# When a new beginner rider, bad to take lessons from two stables?



## Sophie19 (Apr 13, 2009)

I think having two people teaching you would actually make you a better rider. Getting two different opinions, and hearing things said two different ways will allow you to develop an open mind towards the wisdom you can find all over the horse world. Plus you'll get to ride more often which will defiantly speed up your progress.


----------



## trynottofall (Feb 23, 2011)

having 2 people give you lessons would be beneficial. If you were able to get lessons from two different people then that would be great. The different teaching styles would open you up to more details. If after a little bit you just wanted to stay with one barn then you can just stop going to the other barn. It would be better then just relying on one place to get lessons.


----------



## natisha (Jan 11, 2011)

wishingforahorse said:


> I'm a beginner rider, and have only had 2 lessons. Things with my dad aren't going too great, and I haven't seen him for 2 weeks. He owns a horse stable, so that is where I get to have lessons. My family is really pressuring me into taking lessons at another stable, that I was originally going to go to. In a way I want to, because I don't want to have to rely on my dad. But if I call this stable and take lessons at it, I would still be riding at my dad's place.
> 
> I'm worried that I'll become a bad rider if two people are teaching me.
> 
> So is it a good idea or not?


I'm a little confused. Will your Dad be giving you lessons? If you're not getting along & haven't seen him for weeks what is going to change? You need consistancy as a new rider.
Anyway, I wouldn't suggest a new rider to take lessons at 2 different places. Maybe take lessons & practice what you learned at your Dad's place. You'll have a hard enough time trying to remember everything & no two people teach exactly alike & it could get confusing for you.
You don't want to spend your lessons saying or thinking,"But that's not what so & so said."
Try to spend some time watching lessons at each barn & decide which style of teaching will work best for you. Watch other riders take lessons & see which one appeals most to you. Some instructors are more lax while others may be detailed oriented.
You may have less tension not riding with your Dad, but only you can decide that.


----------



## wishingforahorse (Jan 15, 2010)

natisha said:


> I'm a little confused. Will your Dad be giving you lessons? If you're not getting along & haven't seen him for weeks what is going to change? You need consistancy as a new rider.
> Anyway, I wouldn't suggest a new rider to take lessons at 2 different places. Maybe take lessons & practice what you learned at your Dad's place. You'll have a hard enough time trying to remember everything & no two people teach exactly alike & it could get confusing for you.
> You don't want to spend your lessons saying or thinking,"But that's not what so & so said."
> Try to spend some time watching lessons at each barn & decide which style of teaching will work best for you. Watch other riders take lessons & see which one appeals most to you. Some instructors are more lax while others may be detailed oriented.
> You may have less tension not riding with your Dad, but only you can decide that.

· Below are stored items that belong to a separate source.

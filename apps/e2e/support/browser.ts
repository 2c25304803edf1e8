import { spawn, type ChildProcess } from 'node:child_process';
import { existsSync, mkdtempSync, readFileSync, rmSync } from 'node:fs';
import { tmpdir } from 'node:os';
import { join } from 'node:path';
import { chromium, type Browser, type BrowserContext, type Page } from 'playwright-core';

const executablePath = process.env['CHROMIUM_PATH'] ?? '/usr/bin/chromium';

export const phoneSize = { width: 390, height: 844 };
export const deskSize = { width: 1440, height: 900 };

const flags = [
  '--headless=new',
  '--no-sandbox',
  '--disable-gpu',
  '--no-first-run',
  '--disable-background-networking',
  '--disable-component-update',
  '--disable-sync',
  '--disable-dev-shm-usage',
  '--lang=en-US',
  '--remote-debugging-port=0',
];

/** A browser of our own with a profile that outlives it, so that it can be killed like a phone whose battery dies. */
export class PhoneBrowser {
  readonly profile = mkdtempSync(join(tmpdir(), 'rimeward-phone-'));
  private child: ChildProcess | null = null;
  private browser: Browser | null = null;

  async open(size = phoneSize): Promise<Page> {
    const portFile = join(this.profile, 'DevToolsActivePort');
    rmSync(portFile, { force: true });
    this.child = spawn(executablePath, [...flags, `--user-data-dir=${this.profile}`, 'about:blank'], {
      stdio: 'ignore',
      env: { ...process.env, TZ: 'America/Denver' },
    });
    const port = await waitFor(() =>
      existsSync(portFile) ? readFileSync(portFile, 'utf8').split('\n')[0] : undefined,
    );
    this.browser = await chromium.connectOverCDP(`http://127.0.0.1:${port}`);
    const page = this.context.pages()[0] ?? (await this.context.newPage());
    await page.setViewportSize(size);
    return page;
  }

  get context(): BrowserContext {
    const context = this.browser?.contexts()[0];
    if (!context) throw new Error('The browser is not open');
    return context;
  }

  /** The battery dies. */
  async kill(): Promise<void> {
    const child = this.child;
    if (!child) return;
    this.child = null;
    const gone = new Promise((resolve) => child.once('exit', resolve));
    child.kill('SIGKILL');
    await gone;
    this.browser = null;
  }

  async close(): Promise<void> {
    await this.browser?.close().catch(() => undefined);
    await this.kill();
    rmSync(this.profile, { recursive: true, force: true, maxRetries: 20, retryDelay: 250 });
  }
}

async function waitFor<T>(look: () => T | undefined): Promise<T> {
  for (let tries = 0; tries < 200; tries += 1) {
    const found = look();
    if (found) return found;
    await new Promise((resolve) => setTimeout(resolve, 50));
  }
  throw new Error('The browser did not start');
}

export function openDeskBrowser(): Promise<Browser> {
  return chromium.launch({ executablePath, chromiumSandbox: false, args: ['--disable-dev-shm-usage'] });
}
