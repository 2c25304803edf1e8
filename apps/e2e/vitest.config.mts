import { defineConfig } from 'vitest/config';

/** Browser tests: real Chromium against the built product on a database of its own, one file at a time. */
export default defineConfig({
  test: {
    name: 'browser',
    root: import.meta.dirname,
    include: ['**/*.test.ts'],
    fileParallelism: false,
    maxWorkers: 1,
    bail: 1,
    testTimeout: 240_000,
    hookTimeout: 120_000,
  },
});
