import { DataSource } from 'typeorm';
import { dataSourceOptions } from './data-source';

/** Runs a command of operations at MIGRATION_DATABASE_URL, with the role that owns the tables; prints what it says. */
export function runAsMigrator(command: (dataSource: DataSource) => Promise<string>): void {
  const url = process.env['MIGRATION_DATABASE_URL'];
  connectAndRun(url, command).catch((error: unknown) => {
    console.error(error instanceof Error ? error.message : error);
    process.exitCode = 1;
  });
}

async function connectAndRun(
  url: string | undefined,
  command: (dataSource: DataSource) => Promise<string>,
): Promise<void> {
  if (!url) throw new Error('MIGRATION_DATABASE_URL is missing: the database with the migrator as user.');
  const dataSource = await new DataSource(dataSourceOptions(url)).initialize();
  try {
    console.log(await command(dataSource));
  } finally {
    await dataSource.destroy();
  }
}
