import { expect, test } from "vitest";
import { FrameMidlines } from "../../../bridge/trial/export/frames.ts";

interface Seen {
  timeS: number;
  edge: number;
  x: number | null;
}

/** Frames and sweeps in order of time; the midline's one number is `motion`. */
function framesOf(
  frames: readonly number[],
  sweeps: readonly number[],
  motion: (timeS: number) => number,
): Seen[] {
  const seen: Seen[] = [];
  const midlines = new FrameMidlines(100, 1, (timeS, edge, m) =>
    seen.push({ timeS, edge, x: m?.[0] ?? null }),
  );
  const events = [
    ...frames.map((timeS, edge) => ({ timeS, edge })),
    ...sweeps.map((timeS) => ({ timeS, edge: -1 })),
  ].sort((a, b) => a.timeS - b.timeS);
  for (const { timeS, edge } of events) {
    if (edge < 0) midlines.sweep(timeS, Float64Array.of(motion(timeS)));
    else midlines.sync(timeS, edge);
  }
  midlines.finish();
  return seen;
}

const evenly = (rateHz: number, from: number, to: number) =>
  Array.from({ length: Math.round((to - from) * rateHz) }, (_, i) => from + i / rateHz);

test("each frame has the midline of its own time, in order", () => {
  const motion = (timeS: number) => Math.sin(2 * Math.PI * 3 * timeS);
  const seen = framesOf(evenly(60, 0.05, 0.9), evenly(100, 0, 1), motion);
  expect(seen.map(({ edge }) => edge)).toEqual(evenly(60, 0.05, 0.9).map((_, i) => i));
  // Cubic through 10 ms steps of a 3 Hz tone: (0.19)^4 times 3/128.
  for (const { timeS, x } of seen) expect(Math.abs(x! - motion(timeS))).toBeLessThan(4e-5);
});

test("frames before the first sweep, after the last, and where sweeps were lost have none", () => {
  const sweeps = evenly(100, 0, 1).filter((timeS) => timeS < 0.5 || timeS > 0.6);
  const seen = framesOf([-0.1, 0.2, 0.55, 0.8, 0.995, 1.2], sweeps, () => 1);
  expect(seen.map(({ x }) => x === null)).toEqual([true, false, true, false, true, true]);
});

test("a trial of three sweeps has frames, and no midline at them", () => {
  expect(framesOf([0.01], [0, 0.01, 0.02], () => 1)).toEqual([{ timeS: 0.01, edge: 0, x: null }]);
});
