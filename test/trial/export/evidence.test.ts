import { readFileSync } from "node:fs";
import { join } from "node:path";
import { expect, test } from "vitest";
import { loadRig } from "../../../bridge/rig/load.ts";
import { createSweep, HAS_INERTIAL } from "../../../bridge/sweep.ts";
import { FlagEvidence } from "../../../bridge/trial/export/evidence.ts";
import type { Flag } from "../../../bridge/wire/flag.ts";
import { temporaryFolder } from "../fixtures.ts";

const rig = loadRig("ribbon-foil");
const flagOf = (id: number, sensor: number, startS: number): Flag => ({
  id,
  kind: "stuck axis",
  sensor,
  severity: "alarm",
  startS,
  endS: null,
  detail: "",
  advice: "",
});

/** Runs `seconds`, with each flag told at its time; gives the table's rows as objects. */
function evidence(seconds: number, flags: readonly (readonly [atS: number, flag: Flag])[]) {
  const folder = temporaryFolder();
  const kept = new FlagEvidence(folder, rig);
  const sweep = createSweep(rig.sensors.length);
  sweep.present.fill(HAS_INERTIAL);
  for (let k = 0; k < seconds * 100; k++) {
    sweep.timeS = k / 100;
    sweep.raw.forEach((_, c) => {
      sweep.raw[c] = k + c / 1000;
    });
    for (const [atS, flag] of flags) if (Math.round(atS * 100) <= k) kept.flag(flag);
    kept.sweep(sweep);
  }
  kept.finish();
  if (kept.file === null) return [];
  kept.file.finish();
  const [header, ...lines] = readFileSync(join(folder, "evidence.csv"), "utf8").trim().split(/\r?\n/);
  const names = header!.split(",");
  return lines.map((line) => Object.fromEntries(line.split(",").map((cell, i) => [names[i]!, cell])));
}

test("a sensor's flag has its readings from two seconds before the onset to two after, once", () => {
  const rows = evidence(20, [[10.3, flagOf(1, 3, 10)]]);
  expect(rows).toHaveLength(401);
  expect(rows[0]).toMatchObject({ flag: "1", sensor: "S4", time_s: "8.000000", field_x_ut: "" });
  expect(Number(rows[0]!.force_y_m_s2)).toBeCloseTo(800 + 0.031, 4);
  expect(Number(rows[0]!.rate_x_deg_s)).toBeCloseTo(((800 + 0.027) * 180) / Math.PI, 3);
  expect(rows.at(-1)).toMatchObject({ time_s: "12.000000" });
});

test("the rig's flag has every sensor's", () => {
  expect(evidence(20, [[10, flagOf(1, -1, 10)]])).toHaveLength(401 * rig.sensors.length);
});

test("one raised long after its onset has what came before all the same, and the trial's end ends it", () => {
  expect(evidence(31, [[29.5, flagOf(1, 0, 14)]])).toHaveLength(401);
  expect(evidence(11, [[10, flagOf(1, 0, 10)]])).toHaveLength(300);
});

test("without flags there is no table", () => {
  expect(evidence(1, [])).toEqual([]);
});
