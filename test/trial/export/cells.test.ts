import { parse } from "csv-parse/sync";
import fc from "fast-check";
import { describe, expect, test } from "vitest";
import { CellWriter } from "../../../bridge/trial/export/cells.ts";

function written(write: (cells: CellWriter) => void): string {
  const cells = new CellWriter(4);
  write(cells);
  return Buffer.from(cells.take()).toString("utf8");
}

describe("numbers", () => {
  test.each([
    [0, 3, "0.000"],
    [-0, 3, "0.000"],
    [-0.0004, 3, "0.000"],
    [-0.0005, 3, "-0.001"],
    [0.5, 0, "1"],
    [1234.5678, 3, "1234.568"],
    [-12.3, 1, "-12.3"],
    [9.9996, 3, "10.000"],
    [600.000001, 6, "600.000001"],
    [42, 0, "42"],
    [1e15, 3, "1000000000000000.000"],
    [Number.NaN, 3, ""],
    [Number.POSITIVE_INFINITY, 3, ""],
  ])("%d with %d decimals is %j", (value, decimals, expected) => {
    expect(written((cells) => cells.number(value, decimals))).toBe(expected);
  });

  test("any number reads back to within half of the last place", () => {
    fc.assert(
      fc.property(
        fc.double({ min: -1e6, max: 1e6, noNaN: true }),
        fc.integer({ min: 0, max: 7 }),
        (value, decimals) => {
          const cell = written((cells) => cells.number(value, decimals));
          expect(cell).toMatch(decimals === 0 ? /^-?\d+$/ : new RegExp(`^-?\\d+\\.\\d{${decimals}}$`));
          // Half a place, and the rounding of value * 10^decimals, at most 1e13: below 0.001 places.
          expect(Math.abs(Number(cell) - value)).toBeLessThanOrEqual(0.501 * 10 ** -decimals);
        },
      ),
      { seed: 4180 },
    );
  });
});

describe("texts", () => {
  test("of any kind read back from RFC 4180 rows; what looks like a formula has an apostrophe in front", () => {
    const formula = /^[=+\-@\t\r]/;
    fc.assert(
      fc.property(
        fc.array(fc.array(fc.string({ unit: "binary" }), { minLength: 2, maxLength: 2 }), { minLength: 1 }),
        (rows) => {
          const csv = written((cells) => {
            for (const row of rows) {
              for (const cell of row) cells.text(cell);
              cells.endRow();
            }
          });
          const read: string[][] = parse(csv, { record_delimiter: "\r\n", relax_column_count: true });
          expect(read).toEqual(
            rows.map((row) => row.map((cell) => (formula.test(cell) ? `'${cell}` : cell))),
          );
        },
      ),
      { seed: 4180 },
    );
  });

  test.each([
    ["plain", "plain"],
    ["a,b", '"a,b"'],
    ['say "go"', '"say ""go"""'],
    ["two\nlines", '"two\nlines"'],
    ["=1+1", "'=1+1"],
    ["@SUM(A1)", "'@SUM(A1)"],
    ["-3 dB", "'-3 dB"],
    ["\tx", "'\tx"],
    ["7 % left", "7 % left"],
  ])("%j is written %j", (value, expected) => {
    expect(written((cells) => cells.text(value))).toBe(expected);
  });
});
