import { createHash } from "node:crypto";
import { existsSync, readdirSync, readFileSync, writeFileSync } from "node:fs";
import { join } from "node:path";
import { parse } from "csv-parse/sync";
import { describe, expect, test } from "vitest";
import { temporaryFolder } from "../fixtures.ts";
import { createWriter, exported, rig, SENSORS, summary, writeAll, writeSweeps } from "./sample-export.ts";

const table = (folder: string, name: string): Record<string, string>[] =>
  parse(readFileSync(join(folder, `${name}.csv`)), { columns: true });
const json = (folder: string, name: string) => JSON.parse(readFileSync(join(folder, name), "utf8"));

describe("tables", () => {
  test("midline has a row a sweep and 41 stations in mm", () => {
    const rows = table(exported(), "midline");
    expect(rows).toHaveLength(20);
    expect(Object.keys(rows[0]!)).toHaveLength(1 + 3 * 41);
    expect(rows[10]).toMatchObject({
      time_s: "0.100000",
      x_mm_000: "0.000",
      x_mm_040: "-640.000",
      y_mm_040: "40.000",
      z_mm_040: "0.000",
    });
  });

  test("sensors has a row a sensor and sweep, with angles, trust in words, and what was bridged", () => {
    const rows = table(exported(), "sensors");
    expect(rows).toHaveLength(20 * SENSORS);
    expect(rows[SENSORS + 1]).toEqual({
      time_s: "0.010000",
      sensor: "S2",
      qw: "0.7071068",
      qx: "0.0000000",
      qy: "0.0000000",
      qz: "0.7071068",
      yaw_deg: "90.000",
      pitch_deg: "0.000",
      roll_deg: "0.000",
      trust: "heading unaided",
      bridged: "0",
    });
    expect(rows[2]).toMatchObject({ trust: "good", bridged: "1" });
  });

  test("flags holds each flag once, as it was last, in the order they were raised", () => {
    expect(table(exported(), "flags")).toEqual([
      {
        kind: "link silent",
        sensor: "",
        severity: "caution",
        start_s: "0.050000",
        end_s: "",
        detail: "'=gone, 0.4 s",
      },
      {
        kind: "low headroom",
        sensor: "S4",
        severity: "alarm",
        start_s: "0.050000",
        end_s: "0.150000",
        detail: "7 % left on y",
      },
    ]);
  });

  test("gait has a row a cycle, in the units of the column names", () => {
    const [good, still] = table(exported(), "gait");
    expect(good).toEqual({
      cycle: "1",
      start_s: "0.020000",
      end_s: "0.145000",
      frequency_hz: "8.0000",
      tail_amplitude_mm: "45.123",
      head_amplitude_mm: "12.800",
      phase_lag_deg: "180.000",
      wavelength_mm: "600.000",
      wave_speed_m_per_s: "4.8000",
      travelling_index: "0.7500",
      mean_bend_deg: "-2.000",
      strouhal_number: "0.3000",
      slip_ratio: "0.2500",
      reynolds_number: "812346",
      tail_amplitude_percent_of_length: "7.051",
      head_amplitude_percent_of_length: "2.000",
      frequency_cv: "0.01000",
      tail_amplitude_cv: "",
      wave_speed_cv: "",
      quality: "",
    });
    expect(still).toMatchObject({
      cycle: "2",
      phase_lag_deg: "",
      strouhal_number: "",
      wavelength_mm: "600.000",
    });
    expect(still!.quality).toBe(
      "bridged: phase_lag_deg; below noise: head_amplitude_mm phase_lag_deg; no flow speed: strouhal_number",
    );
  });

  test("envelope has half the amplitude at every station", () => {
    const rows = table(exported(), "envelope");
    expect(rows.map(({ cycle }) => cycle)).toEqual(["1", "2"]);
    expect(rows[0]).toMatchObject({ half_amplitude_mm_000: "0.000", half_amplitude_mm_040: "20.000" });
  });

  test("bouts has means and scatter; nothing where no number is to be trusted", () => {
    expect(table(exported(), "bouts")).toMatchObject([
      {
        bout: "1",
        start_s: "0.020000",
        end_s: "0.270000",
        cycles: "2",
        frequency_mean_hz: "8.0000",
        frequency_sd_hz: "0.1414",
        tail_amplitude_mean_mm: "",
      },
    ]);
  });

  test("marks and sync hold what was told", () => {
    const folder = exported();
    expect(table(folder, "marks")).toEqual([{ time_s: "0.100000", text: 'said "go"', from: "operator" }]);
    expect(table(folder, "sync")).toEqual([
      { time_s: "0.030000", edge: "17" },
      { time_s: "0.500000", edge: "18" },
    ]);
  });

  test("frames has the midline of each pulse, empty where no sweeps are around", () => {
    const rows = table(exported(), "frames");
    expect(rows).toHaveLength(2);
    expect(rows[0]).toMatchObject({ edge: "17", x_mm_040: "-640.000", y_mm_040: "12.000" });
    expect(rows[1]).toMatchObject({ time_s: "0.500000", edge: "18", x_mm_000: "", z_mm_040: "" });
  });

  test("reference and drive are in degrees, mm and ms, with empty cells for what is not known", () => {
    const folder = exported();
    expect(table(folder, "reference")).toEqual([
      { time_s: "0.020000", yaw_deg: "30.000", sway_mm: "-4.100" },
      { time_s: "0.030000", yaw_deg: "", sway_mm: "0.000" },
    ]);
    expect(table(folder, "drive")).toEqual([
      {
        sensor: "S2",
        station: "0.2400",
        against: "yaw",
        gain: "0.9877",
        lag_ms: "12.346",
        rmse_deg: "0.573",
        rmse_lag_removed_deg: "0.115",
        rmse_mm: "",
        rmse_lag_removed_mm: "",
        r2: "0.9900",
      },
      {
        sensor: "",
        station: "1.0000",
        against: "sway",
        gain: "",
        lag_ms: "",
        rmse_deg: "",
        rmse_lag_removed_deg: "",
        rmse_mm: "10.000",
        rmse_lag_removed_mm: "2.000",
        r2: "0.9900",
      },
    ]);
    const { sensors } = json(folder, "summary.json").drive;
    expect(sensors).toHaveLength(1);
    expect(sensors[0]).toMatchObject({ station: 0.24, gain: 0.98765, r2: 0.99 });
  });

  test("a long trial is whole although it is written in pieces", () => {
    const folder = join(temporaryFolder(), "export");
    const writer = createWriter(folder);
    writeSweeps(writer, 2000);
    writer.finish(summary);
    const rows = table(folder, "midline");
    expect(rows).toHaveLength(2000);
    expect(rows[1999]!.time_s).toBe("19.990000");
  });

  test("without camera pulses there is no sync table", () => {
    const folder = join(temporaryFolder(), "export");
    createWriter(folder).finish(summary);
    expect(existsSync(join(folder, "sync.csv"))).toBe(false);
    expect(json(folder, "datapackage.json").resources.map((r: { name: string }) => r.name)).not.toContain(
      "sync",
    );
    expect(json(folder, "summary.json")).toMatchObject({ durationS: 0, meanRateHz: null });
  });
});

test("the summary tells durations, rates, counts, losses and flags by kind", () => {
  const read = json(exported(), "summary.json");
  expect(read).toMatchObject({
    trial: "Trial 7",
    softwareVersion: "0.1.0",
    durationS: 0.19,
    nominalRateHz: 100,
    gait: {
      cycles: 2,
      steady: {
        bouts: 1,
        cycles: 2,
        durationS: 0.25,
        numbers: {
          frequency_hz: { mean: 8, cycles: 2 },
          tail_amplitude_mm: { mean: null, standardDeviation: null, cycles: 0 },
        },
      },
    },
    counts: { sweeps: 20, tailbeats: 2, marks: 1, syncEdges: 2, referenceSweeps: 2, flags: 2 },
    lostSweeps: 5,
    lostShare: 0.2,
    flagsByKind: { "low headroom": 1, "link silent": 1 },
    packets: { good: 20 },
    settings: { heading: "magnetic" },
  });
  expect(read.meanRateHz).toBeCloseTo(100, 9);
  expect(read.rig.name).toBe(rig.name);
});

test("the same trial gives the same bytes", () => {
  const first = exported();
  const second = exported();
  expect(readdirSync(first)).toEqual(readdirSync(second));
  for (const name of readdirSync(first)) {
    expect(readFileSync(join(first, name)).equals(readFileSync(join(second, name)))).toBe(true);
  }
});

describe("the description", () => {
  test("lists every file there is, with the size and hash it has", () => {
    const folder = exported();
    const { resources } = json(folder, "datapackage.json");
    const paths = resources.map(({ path }: { path: string }) => path);
    expect([...paths, "datapackage.json"].sort()).toEqual(readdirSync(folder).sort());
    for (const { path, bytes, hash } of resources.filter((r: { format: string }) => r.format === "csv")) {
      const content = readFileSync(join(folder, path));
      expect(content.length).toBe(bytes);
      expect(`sha256:${createHash("sha256").update(content).digest("hex")}`).toBe(hash);
    }
  });

  test("names the columns as the files do, with type, unit and meaning", () => {
    const folder = exported();
    for (const { path, schema } of json(folder, "datapackage.json").resources) {
      if (schema === undefined) continue;
      const header = parse(readFileSync(join(folder, path)), { to: 1 })[0];
      expect(schema.fields.map(({ name }: { name: string }) => name)).toEqual(header);
      for (const field of schema.fields) {
        expect(field.description).not.toBe("");
        if (field.type === "number")
          expect(["s", "mm", "deg", "Hz", "m/s", "ms", "%", "1"]).toContain(field.unit);
      }
    }
  });
});

describe("the folder", () => {
  test("with other things in it is left alone, unless told to overwrite", () => {
    const folder = temporaryFolder();
    writeFileSync(join(folder, "thesis.txt"), "draft 9");
    expect(() => createWriter(folder)).toThrow(/EXPORT_FAILED/);
    expect(readdirSync(folder)).toEqual(["thesis.txt"]);
    writeAll(folder, true);
    expect(readFileSync(join(folder, "thesis.txt"), "utf8")).toBe("draft 9");
  });

  test("with somebody else's data package is left alone", () => {
    const folder = temporaryFolder();
    writeFileSync(join(folder, "datapackage.json"), '{"name":"tides","resources":[]}');
    expect(() => createWriter(folder)).toThrow(/EXPORT_FAILED/);
  });

  test("with an earlier export is replaced, tables that are no longer made too", () => {
    const folder = exported();
    const writer = createWriter(folder);
    expect(existsSync(join(folder, "datapackage.json"))).toBe(false);
    writer.finish(summary);
    expect(existsSync(join(folder, "sync.csv"))).toBe(false);
    expect(table(folder, "midline")).toEqual([]);
  });

  test("that cannot be made is told", () => {
    expect(() => createWriter("/dev/null/export")).toThrow(/EXPORT_FAILED/);
  });
});
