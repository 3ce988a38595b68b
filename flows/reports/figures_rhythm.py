"""A beat among its neighbours in time: where it came, and where the run's own rhythm had it due."""

from __future__ import annotations

import statistics
from itertools import pairwise
from typing import TYPE_CHECKING

from flows.reports.figures import Data, Scale, label, line, scale_over, spread
from flows.reports.wording import is_number

if TYPE_CHECKING:
    from collections.abc import Sequence

    from markupsafe import Markup

WIDTH, HEIGHT = 276, 232
_BASE, _TOP = 168.0, 74.0


def rhythm_drawing(_finding: Data, run: Data, beat: Data) -> tuple[list[Markup], str]:
    """Return a box of 276 x 232 px: beats as stems, the time between them, and a broken stem where the beat was due; and its words."""
    beats = [item for item in run.get("beats") or () if is_number(item.get("start_s"))]
    place = next((index for index, item in enumerate(beats) if item["beat"] == beat["beat"]), None)
    if place is None:
        return [label(10, HEIGHT / 2, "the time of the beat is not known", class_="label quiet")], "The time of the beat is not known."
    shown = beats[max(place - 3, 0) : place + 3]
    x = scale_over([item["start_s"] for item in shown], 26, WIDTH - 26, room=0.0)
    parts = _stems(shown, beat, x)
    before = _intervals_before(beats, place)
    if not before:
        return parts, f"Beat {beat['beat']} among its neighbours."
    usual = statistics.median(before)
    earlier = float(beats[place - 1]["start_s"])
    found = float(beat["start_s"]) - earlier
    if x.holds(earlier + usual):
        due = x.at(earlier + usual)
        side = "end" if due > WIDTH / 2 else "start"
        parts += [line((due, _TOP - 14), (due, _BASE - 34), "due"), label(due, _TOP - 20, f"due after {usual:.2f} s", anchor=side)]
    parts.append(label(10, HEIGHT - 10, f"came after {found:.2f} s, usual {usual:.2f} s", class_="label value"))
    return parts, f"Beat {beat['beat']} came {found:.2f} s after the one before; the median of {len(before)} before is {usual:.2f} s."


def _stems(shown: Sequence[Data], beat: Data, x: Scale) -> list[Markup]:
    parts = [line((10, _BASE), (WIDTH - 10, _BASE), "axis"), label(10, 14, "time from beat to beat, in seconds", class_="label quiet")]
    places = spread([x.at(item["start_s"]) for item in shown], 24, 14, WIDTH - 14)
    for item, place in zip(shown, places, strict=True):
        own = item["beat"] == beat["beat"]
        spot = x.at(item["start_s"])
        parts.append(line((spot, _TOP if own else _TOP + 26), (spot, _BASE), "stem own" if own else "stem"))
        parts.append(label(place, _BASE + 18, item["beat"], anchor="middle", class_="label value" if own else "label quiet"))
    for start, end in pairwise([float(item["start_s"]) for item in shown]):
        left, right = x.at(start), x.at(end)
        parts.append(line((left + 3, _BASE - 12), (right - 3, _BASE - 12), "span"))
        if right - left > 34:
            parts.append(label((left + right) / 2, _BASE - 18, f"{end - start:.2f}", anchor="middle"))
    return parts


def _intervals_before(beats: Sequence[Data], place: int) -> list[float]:
    """Return up to eight beat-to-beat intervals that ended before the one in question began."""
    return [later - earlier for earlier, later in pairwise([float(item["start_s"]) for item in beats[max(place - 9, 0) : place]])]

My dad has given me 2 lessons so far, and I'm supposed to see him once every week. The plan was that he would give me a lesson every time I see him. He hasn't seen me in 2 weeks, and I want to get a lesson every week. I'm not gonna wait for him to finally decide when he wants to see me, because I really want to ride.

If I call a stable that I've been interested in, I'll be able to take lessons there. But when I do see my dad, my dad will want to give me a lesson at his place as well. So I was worried that if I get lessons from two different people..I'll become a bad rider. I also don't want my dad to get mad at me for riding some where else.


----------



## wishingforahorse (Jan 15, 2010)

Sophie19 said:


> I think having two people teaching you would actually make you a better rider. Getting two different opinions, and hearing things said two different ways will allow you to develop an open mind towards the wisdom you can find all over the horse world. Plus you'll get to ride more often which will defiantly speed up your progress.





trynottofall said:


> having 2 people give you lessons would be beneficial. If you were able to get lessons from two different people then that would be great. The different teaching styles would open you up to more details. If after a little bit you just wanted to stay with one barn then you can just stop going to the other barn. It would be better then just relying on one place to get lessons.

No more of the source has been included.